What is needed: Send back every line of the data exactly.
++++++++++++++++++++
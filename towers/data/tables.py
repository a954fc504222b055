"""Reading and validating the input tables: interaction logs and feature tables.

CSV or parquet is chosen by the file extension. Every problem is reported as one TowersError line
naming the file, the column and (where it applies) the row, plus the fix.
"""

from __future__ import annotations

import contextlib
import difflib
import re
import warnings
from pathlib import Path

import numpy as np
import pandas as pd

from towers.data.spill import Column, Spill
from towers.errors import TowersError, plain, where
from towers.memory import trim_freed_memory

READABLE = (".csv", ".parquet", ".pq", ".tsv")


def read_table(path: str | Path, columns: list[str] | None = None, watch: list[str] | None = None,
               ids: tuple[str, ...] | list[str] = (), empty_ok: bool = False) -> pd.DataFrame:
    """Read a CSV (or TSV) or parquet file into a DataFrame, with clear errors.

    CSV handling: a UTF-8 byte-order mark, quoted delimiters and Windows line ends are read correctly.
    watch: the columns whose words for missing get a warning (_missing_words; default: `columns`, else all).
    ids: id columns, read as written (ids_as_written): 0007 stays 0007. empty_ok: a header without rows is a
    table of no rows (a night with no new items), not an error.
    """
    path = Path(path)
    suffix = check_file(path)
    with _read_errors(path, suffix):
        if suffix in (".parquet", ".pq"):
            import pyarrow.parquet as pq

            schema_names = pq.read_schema(path).names
            if columns is not None:
                require_columns(schema_names, columns, path)
            df = _plain_frame(pq.read_table(path, columns=columns).to_pandas())
        else:
            # only empty cells are missing as read; words pandas would also take as missing are looked at next
            df = pd.read_csv(path, sep="\t" if suffix == ".tsv" else ",", encoding="utf-8-sig",
                             skipinitialspace=False, low_memory=False, keep_default_na=False, na_values=[""],
                             dtype=dict.fromkeys(ids, str))
            _check_fields(df, path)
            _missing_words(df, path, watch if watch is not None else columns)
            ids_as_written(df, ids)
    _check_header(df, path)
    if columns is not None:
        require_columns(df.columns, columns, path)
    if len(df) == 0 and not empty_ok:
        raise TowersError(f"{path}: the table has a header but no rows; export the data rows too")
    return df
++++++++++++++++++++
Response for this exercise:
filename towers/data/tables.py
repository a954fc504222b055
"""Reading and validating the input tables: interaction logs and feature tables.

CSV or parquet is chosen by the file extension. Every problem is reported as one TowersError line
naming the file, the column and (where it applies) the row, plus the fix.
"""

from __future__ import annotations

import contextlib
import difflib
import re
import warnings
from pathlib import Path

import numpy as np
import pandas as pd

from towers.data.spill import Column, Spill
from towers.errors import TowersError, plain, where
from towers.memory import trim_freed_memory

READABLE = (".csv", ".parquet", ".pq", ".tsv")


def read_table(path: str | Path, columns: list[str] | None = None, watch: list[str] | None = None,
               ids: tuple[str, ...] | list[str] = (), empty_ok: bool = False) -> pd.DataFrame:
    """Read a CSV (or TSV) or parquet file into a DataFrame, with clear errors.

    CSV handling: a UTF-8 byte-order mark, quoted delimiters and Windows line ends are read correctly.
    watch: the columns whose words for missing get a warning (_missing_words; default: `columns`, else all).
    ids: id columns, read as written (ids_as_written): 0007 stays 0007. empty_ok: a header without rows is a
    table of no rows (a night with no new items), not an error.
    """
    path = Path(path)
    suffix = check_file(path)
    with _read_errors(path, suffix):
        if suffix in (".parquet", ".pq"):
            import pyarrow.parquet as pq

            schema_names = pq.read_schema(path).names
            if columns is not None:
                require_columns(schema_names, columns, path)
            df = _plain_frame(pq.read_table(path, columns=columns).to_pandas())
        else:
            # only empty cells are missing as read; words pandas would also take as missing are looked at next
            df = pd.read_csv(path, sep="\t" if suffix == ".tsv" else ",", encoding="utf-8-sig",
                             skipinitialspace=False, low_memory=False, keep_default_na=False, na_values=[""],
                             dtype=dict.fromkeys(ids, str))
            _check_fields(df, path)
            _missing_words(df, path, watch if watch is not None else columns)
            ids_as_written(df, ids)
    _check_header(df, path)
    if columns is not None:
        require_columns(df.columns, columns, path)
    if len(df) == 0 and not empty_ok:
        raise TowersError(f"{path}: the table has a header but no rows; export the data rows too")
    return df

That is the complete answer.